Ma tra il dire e il fare c’è di mezzo il mare. A complicare il quadro (e a irritare non poco la premier, secondo i rumors nella maggioranza) contribuisce la vicenda di Giuseppina Di Foggia. L’Ad uscente di Terna, indicata per la presidenza di Eni e considerata vicina alle sorelle Meloni, ha chiesto la buonuscita da 7,3 milioni di euro. Ma il ministero dell’Economia, domenica sera, ha ricordato che dal 2023 ha dato specifiche direttive, in qualità di socio, perché nelle società partecipate siano esclusi o rigorosamente delimitati i casi e l’entità delle indennità e degli emolumenti comunque denominati da corrispondere a fine mandato. Lo scopo finale è escludere che siano versati a chi esaurisce il mandato di amministratore per scadenza naturale o per dimissioni volontarie.
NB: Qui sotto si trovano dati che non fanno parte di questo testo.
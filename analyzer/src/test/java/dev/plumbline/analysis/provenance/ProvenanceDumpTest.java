package dev.plumbline.analysis.provenance;

import static org.junit.jupiter.api.Assertions.assertEquals;

import dev.plumbline.discover.SourceFile;
import dev.plumbline.engine.FileContext;
import dev.plumbline.engine.ProjectFacts;
import dev.plumbline.flow.AstText;
import dev.plumbline.flow.CfgNode;
import dev.plumbline.flow.ControlFlowGraph;
import dev.plumbline.flow.FlowResult;
import dev.plumbline.flow.ForwardSolver;
import dev.plumbline.model.ApiModel;
import dev.plumbline.parse.LineMap;
import dev.plumbline.parse.ParsedSource;
import dev.plumbline.parse.SourceParser;
import dev.plumbline.types.ProjectIndex;
import java.nio.file.Path;
import java.util.ArrayList;
import java.util.List;
import org.junit.jupiter.api.Test;

/**
 * Golden per-statement dumps of the provenance analysis: the store before each node of the first
 * file's methods, after the project's summaries are computed from all given files. Lines read
 * "id KIND Lline code {variable=KIND[roles][lineages]}".
 */
class ProvenanceDumpTest {
  private static final ApiModel MODEL = ApiModel.loadDefault();

  static String dump(String... sources) {
    SourceParser parser = new SourceParser();
    List<ParsedSource> parsed = new ArrayList<>();
    for (int i = 0; i < sources.length; i++) {
      SourceFile file = new SourceFile(Path.of("F" + i + ".java"), "F" + i + ".java");
      parsed.add(parser.parseText(file, sources[i], LineMap.IDENTITY, List.of()).parsed().orElseThrow());
    }
    ProjectIndex index = ProjectIndex.build(MODEL, parsed.stream().map(ParsedSource::unit).toList());
    ProjectFacts facts = new ProjectFacts();
    List<FileContext> contexts = parsed.stream().map(p -> new FileContext(p, index, facts)).toList();
    new ProvenanceSummarizer().compute(contexts, index, facts);
    FileContext first = new FileContext(parsed.get(0), index, facts);
    StringBuilder out = new StringBuilder();
    for (ControlFlowGraph g : first.graphs()) {
      out.append("== ").append(AstText.abbreviate(g.callable()).replaceAll("\\{.*", "").trim()).append('\n');
      FlowResult<ProvenanceState> result =
          ForwardSolver.solve(g, new ProvenanceAnalysis(first, g, ProvenanceAnalysis.Mode.REPORT));
      for (CfgNode n : g.nodes()) {
        if (n.kind() != CfgNode.Kind.EVAL && n.kind() != CfgNode.Kind.EXIT) {
          continue;
        }
        out.append(n.id()).append(' ').append(n.kind());
        if (n.kind() == CfgNode.Kind.EVAL) {
          out.append(" L").append(n.ast().getBegin().map(p -> p.line).orElse(0))
              .append(' ').append(AstText.abbreviate(n.ast()));
        }
        out.append(' ').append(result.before(n)).append('\n');
      }
    }
    return out.toString();
  }

  @Test
  void helperReturningTheTestPartAndAFieldHoldingIt() {
    String user = """
        import org.nd4j.linalg.dataset.DataSet;
        class User {
          private DataSet kept;
          void load(DataSet all) {
            DataSet t = Parts.testOf(all);
            kept = t;
          }
          void use() {
            DataSet copy = kept.copy();
          }
        }
        """;
    String helper = """
        import org.nd4j.linalg.dataset.DataSet;
        class Parts {
          static DataSet testOf(DataSet rows) {
            return rows.splitTestAndTrain(0.8).getTest();
          }
        }
        """;
    assertEquals("""
        == void load(DataSet all)
        1 EVAL L5 DataSet t = Parts.testOf(all); {}
        2 EVAL L6 kept = t; {t=DATA[TEST][all@4:13]}
        3 EXIT {kept=DATA[TEST][all@4:13], t=DATA[TEST][all@4:13]}
        == void use()
        1 EVAL L9 DataSet copy = kept.copy(); {}
        2 EXIT {copy=DATA[TEST][this.kept@3:19]}
        """, dump(user, helper));
  }

  @Test
  void collectionsTernariesAndNamedSources() {
    String source = """
        import java.util.ArrayList;
        import java.util.List;
        import org.nd4j.linalg.dataset.DataSet;
        import org.nd4j.linalg.dataset.SplitTestAndTrain;
        import org.nd4j.linalg.dataset.api.iterator.DataSetIterator;
        class C {
          void run(DataSet all, DataSetIterator source, boolean quick) {
            SplitTestAndTrain s = all.splitTestAndTrain(0.8);
            List<DataSet> pool = new ArrayList<>();
            pool.add(s.getTrain());
            pool.add(quick ? s.getTest() : s.getTrain());
            DataSet first = pool.get(0);
            DataSetIterator holdoutBatches = source;
            DataSet validationRows = source.next();
          }
        }
        """;
    // Names only label rows that enter from an unknown source: an alias of a parameter and rows
    // read from it keep the parameter's (whole) rows whatever the variable is called.
    assertEquals("""
        == void run(DataSet all, DataSetIterator source, boolean qui...
        1 EVAL L8 SplitTestAndTrain s = all.splitTestAndTrain(0.8); {}
        2 EVAL L9 List<DataSet> pool = new ArrayList<>(); {s=SPLIT_HOLDER[WHOLE][all@7:12]}
        3 EVAL L10 pool.add(s.getTrain()); {s=SPLIT_HOLDER[WHOLE][all@7:12]}
        4 EVAL L11 pool.add(quick ? s.getTest() : s.getTrain()); \
        {s=SPLIT_HOLDER[WHOLE][all@7:12], pool=DATA[TRAIN][all@7:12]}
        5 EVAL L12 DataSet first = pool.get(0); \
        {s=SPLIT_HOLDER[WHOLE][all@7:12], pool=DATA[TRAIN, TEST][all@7:12]}
        6 EVAL L13 DataSetIterator holdoutBatches = source; \
        {s=SPLIT_HOLDER[WHOLE][all@7:12], pool=DATA[TRAIN, TEST][all@7:12], \
        first=DATA[TRAIN, TEST][all@7:12]}
        7 EVAL L14 DataSet validationRows = source.next(); \
        {s=SPLIT_HOLDER[WHOLE][all@7:12], pool=DATA[TRAIN, TEST][all@7:12], \
        first=DATA[TRAIN, TEST][all@7:12], holdoutBatches=DATA[WHOLE][source@7:25]}
        8 EXIT {s=SPLIT_HOLDER[WHOLE][all@7:12], pool=DATA[TRAIN, TEST][all@7:12], \
        first=DATA[TRAIN, TEST][all@7:12], holdoutBatches=DATA[WHOLE][source@7:25], \
        validationRows=DATA[WHOLE][source@7:25]}
        """, dump(source));
  }
}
La questione della buonuscita di Di Foggia, di cui si sarebbe discusso anche ieri in un board straordinario di Terna che però non aveva il tema all’ordine del giorno, sarà al centro di una nuova riunione del Cda che sarà convocata a stretto giro, anche perché il pressing sulla Ceo è molto forte. Se opterà per l’incarico all’Eni, come è stata invitata a fare, dovrà dimettersi entro l’assemblea dei soci fissata per il 6 maggio. L’assemblea per il rinnovo del vertice di Terna si terrà invece il 12 maggio.